The 13th and 14th centuries gave the church its ornate chancel arch, with four depths of moulded spandrels and foliage capitals set on Purbeck marble piers. An engraving of the church in 1806 shows the original lower ridge of the nave roof, giving a better proportion to its relationship with the fine tower with its carved pinnacles and strange gargoyles. At that time there were only four round clerestory windows on each side of the north and south walls of the nave. In the 1860s the roof was raised and the clerestory windows increased to six on each side; Pevsner writes "The clerestory windows, however, are Victorian, of an oddly playful kind, quite out of keeping with the church or Wiltshire – pentagon and hexagon surrounds and cinquefoils and sexfoils".

The Conacher two manual, 1210 pipe organ came from the parish church of Lavenham, Suffolk in 1997. It was blessed by the Bishop of Salisbury who then played a piece by Bach on it. The huge canopied Pile family tomb stands to the right of the altar, and therein lie Gabriel Pile who died in 1626, and his wife Anne. The tower has six bells, the oldest from 1614; the old second bell stands in retirement in the south aisle.

The church is a Grade II* listed building and today forms part of the Savenake grouping of parishes.

Further south in the village is a Wesleyan Methodist chapel built in 1914 to replace an earlier chapel building of 1819. The chapel closed in 1985 and became a private home.

== Former railway ==
The Swindon, Marlborough and Andover Railway was opened through the Bourne valley in 1882, becoming the Midland and South Western Junction Railway in 1884 and part of the Great Western Railway in 1923. The line passed close to the east of Collingbourne Kingston and there was a station at Collingbourne Ducis.
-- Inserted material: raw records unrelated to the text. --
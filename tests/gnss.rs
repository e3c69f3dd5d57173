//! Satellite altitude fused with the barometric height, on a falling sonde of our own:
//! dropped at 14 km into a column 12 K warmer than the standard, switched on in the
//! air (so its heights start at the pressure altitude, about 400 m off), with a
//! satellite receiver that reports 0 m before its lock, jumps by 150 m for 40 s, drops
//! out for three minutes and is fed every 30 s. The design notes' goal: the median
//! distance to the satellite altitudes held out (those not fed) within 5 m. Printed
//! with `cargo test --test gnss -- --nocapture`.
//!
//! The truth: hydrostatic balance `d ln p / dz = -g0 / (R T)` integrated in f64 on
//! 1 m steps, `T = T_US1976(z) + 12 K`, sea-level pressure 1 020 hPa, R = 287.053 J/(kg K)
//! and g0 = 9.806 65 m/s^2 (U.S. Standard Atmosphere 1976); heights here are
//! geopotential and the receiver's geometric ones are taken as equal (31 m apart at
//! 14 km: the offset state absorbs it like any other slow error).

use isohypse::atmosphere::US_1976;
use isohypse::time::Instant;
use isohypse::uses::{Balloon, BalloonModel, BalloonSettings, Flags, Sample};
use isohypse::{Height, Pressure};

const R: f64 = 287.053;
const G0: f64 = 9.806_65;

/// ln p on 1 m steps from 0 to 15 km in the warm column.
fn column() -> Vec<f64> {
    let t = |z: f64| {
        let std = US_1976
            .temperature_at(Height::from_meters(z as f32).unwrap())
            .unwrap()
            .kelvin() as f64;
        std + 12.0
    };
    let mut ln_p = vec![(102_000.0f64).ln()];
    for i in 0..15_000 {
        let z = i as f64;
        // midpoint rule on a smooth piece (the kink at 11 km sits on a whole metre)
        let next = ln_p[i] - G0 / (R * t(z + 0.5));
        ln_p.push(next);
    }
    ln_p
}

fn pressure(ln_p: &[f64], z: f64) -> f64 {
    let i = (z.floor() as usize).min(ln_p.len() - 2);
    let f = z - i as f64;
    (ln_p[i] * (1.0 - f) + ln_p[i + 1] * f).exp()
}

/// Deterministic normal deviates (64-bit LCG, Knuth's MMIX constants, and Box-Muller:
/// common practice).
struct Noise(u64);
impl Noise {
    fn uniform(&mut self) -> f64 {
        self.0 = self
            .0
            .wrapping_mul(6_364_136_223_846_793_005)
            .wrapping_add(1_442_695_040_888_963_407);
        ((self.0 >> 11) as f64 + 0.5) / (1u64 << 53) as f64
    }
    fn gauss(&mut self) -> f64 {
        let (a, b) = (self.uniform(), self.uniform());
        (-2.0 * a.ln()).sqrt() * (2.0 * std::f64::consts::PI * b).cos()
    }
}

struct Fall {
    /// Median |height - held-out satellite altitude|, m.
    median_held_out_m: f64,
    /// Median |height - truth|, m.
    median_truth_m: f64,
    /// Share of samples with |error| <= 2 sigma and <= 3 sigma.
    coverage: (f64, f64),
    flags: Flags,
}

/// The fall, with satellite altitude fed every `every_s` seconds (`None`: never).
fn fall(every_s: Option<u64>) -> Fall {
    let ln_p = column();
    let settings = BalloonSettings {
        model: BalloonModel::Sounding {
            descent_on_profile: false,
        },
        ..BalloonSettings::DEFAULT
    };
    let mut b = Balloon::<64>::new(&settings).unwrap();
    let mut noise = Noise(7);
    let (mut z, mut t) = (14_000.0f64, 0u64);
    let (mut held_out, mut truth_err, mut in2, mut in3, mut n) =
        (Vec::new(), Vec::new(), 0usize, 0usize, 0usize);
    let mut all_flags = Flags::default();
    while z > 200.0 {
        let receiver = z + 4.0 * noise.gauss();
        let t_k = 12.0
            + US_1976
                .temperature_at(Height::from_meters(z as f32).unwrap())
                .unwrap()
                .kelvin() as f64;
        let mut sample = Sample::pressure(
            Instant::from_secs(t),
            (pressure(&ln_p, z) + 2.0 * noise.gauss()) as f32,
        );
        sample.temperature_c = Some((t_k - 273.15 + 0.2 * noise.gauss()) as f32);
        let fed = every_s.is_some_and(|e| t % e == 0) && !(600..780).contains(&t);
        if fed {
            // 0 m before the lock; a 150 m jump for 40 s
            let reported = if t < 120 {
                0.0
            } else if (900..940).contains(&t) {
                receiver + 150.0
            } else {
                receiver
            };
            sample.gnss_altitude_m = Some(reported as f32);
            sample.gnss_accuracy_m = Some(5.0);
        }
        let out = b.process(&sample);
        all_flags.insert(out.flags);
        assert!(!out.flags.rejected(), "{t}: {:?}", out.flags);
        if t >= 300 {
            let err = f64::from(out.altitude_m) - z;
            let sigma = f64::from(out.altitude_sigma_m);
            n += 1;
            in2 += usize::from(err.abs() <= 2.0 * sigma);
            in3 += usize::from(err.abs() <= 3.0 * sigma);
            truth_err.push(err.abs());
            if !fed {
                held_out.push((f64::from(out.altitude_m) - receiver).abs());
            }
        }
        // falling under a parachute: faster in thin air
        let rho_ratio = pressure(&ln_p, z) / pressure(&ln_p, 0.0);
        z -= 6.0 / rho_ratio.sqrt();
        t += 1;
    }
    let median = |v: &mut Vec<f64>| {
        v.sort_by(f64::total_cmp);
        v[v.len() / 2]
    };
    Fall {
        median_held_out_m: median(&mut held_out),
        median_truth_m: median(&mut truth_err),
        coverage: (in2 as f64 / n as f64, in3 as f64 / n as f64),
        flags: all_flags,
    }
}

#[test]
fn satellite_altitude_every_30_s_keeps_a_fall_within_5_m() {
    let baro = fall(None);
    let fused = fall(Some(30));
    for (name, f) in [
        ("barometer alone", &baro),
        ("with satellite altitude", &fused),
    ] {
        println!(
            "14 km fall, {name}: median {:.1} m from held-out satellite altitudes, {:.1} m from truth; within 2 sigma {:.1} %, 3 sigma {:.1} %",
            f.median_held_out_m,
            f.median_truth_m,
            f.coverage.0 * 100.0,
            f.coverage.1 * 100.0
        );
    }
    // the column is warm: the barometer alone is hundreds of metres off
    assert!(baro.median_truth_m > 100.0, "{}", baro.median_truth_m);
    assert!(
        fused.median_held_out_m <= 5.0,
        "{}",
        fused.median_held_out_m
    );
    assert!(fused.flags.contains(Flags::GNSS_APPLIED));
    // the 0 m before the lock and the jump were refused
    assert!(fused.flags.contains(Flags::GNSS_REJECTED));
    for f in [&baro, &fused] {
        assert!(
            f.coverage.0 >= 0.90 && f.coverage.1 >= 0.99,
            "{:?}",
            f.coverage
        );
    }
}

/// Above the barometer's range (a part that ends at 10 hPa, about 31 km) the height
/// follows the satellite altitude with its accuracy as the 1-sigma, and nothing else
/// changes; a receiver's wild value there is refused.
#[test]
fn above_the_barometer_range_the_height_is_the_satellite_altitude() {
    let settings = BalloonSettings {
        min_pressure_pa: 1_000.0,
        launch_altitude_m: Some(300.0),
        ..BalloonSettings::DEFAULT
    };
    let mut b = Balloon::<64>::new(&settings).unwrap();
    let p_at = |z: f32| {
        US_1976
            .pressure_at(Height::from_meters(z).unwrap())
            .unwrap()
            .pa()
    };
    let mut z = 300.0f32;
    for k in 0..7_000u64 {
        z = if k < 60 {
            300.0
        } else {
            300.0 + 5.0 * (k - 60) as f32
        };
        let mut s = Sample::pressure(Instant::from_secs(k), p_at(z).max(1_000.0));
        if k % 30 == 0 {
            s.gnss_altitude_m = Some(z);
            s.gnss_accuracy_m = Some(5.0);
        }
        if s.pressure_pa <= 1_000.0 {
            s.pressure_pa = 999.0; // the part reads below its range: refused
        }
        let before = b.clone();
        let out = b.process(&s);
        if out.flags.contains(Flags::REJECTED_PRESSURE) {
            assert_eq!(b, before, "{k}: a refused pressure changed the state");
            if s.gnss_altitude_m.is_some() {
                assert!(out.flags.contains(Flags::ON_GNSS), "{k}: {:?}", out.flags);
                assert_eq!(out.altitude_m, z);
                assert_eq!(out.altitude_sigma_m, 5.0);
            }
        }
    }
    assert!(z > 31_000.0, "the flight went above the range: {z}");
    // a wild satellite altitude above the range is refused
    let mut s = Sample::pressure(Instant::from_secs(7_000), 999.0);
    s.gnss_altitude_m = Some(0.0);
    let out = b.process(&s);
    assert!(!out.flags.contains(Flags::ON_GNSS));
    assert!(out.flags.contains(Flags::GNSS_REJECTED));
    let _ = Pressure::from_pa(1.0);
}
In 1932 an unstaffed station, , was opened where the line passed under the road to Brunton, to compete with road transport. The halt closed when the line was closed to passengers in 1961, and subsequently the track was removed.

== Air crash ==
In 1943 a Spitfire aircraft crashed in the village, destroying the roof of a thatched cottage. The American pilot serving with the Air Transport Auxiliary, Hazel Jane Raines, was injured.

==Twinning Association==
  Collingbourne and District are twinned with Le Merlerault in Normandy, France. The twinning agreement was made on 18 April 1992.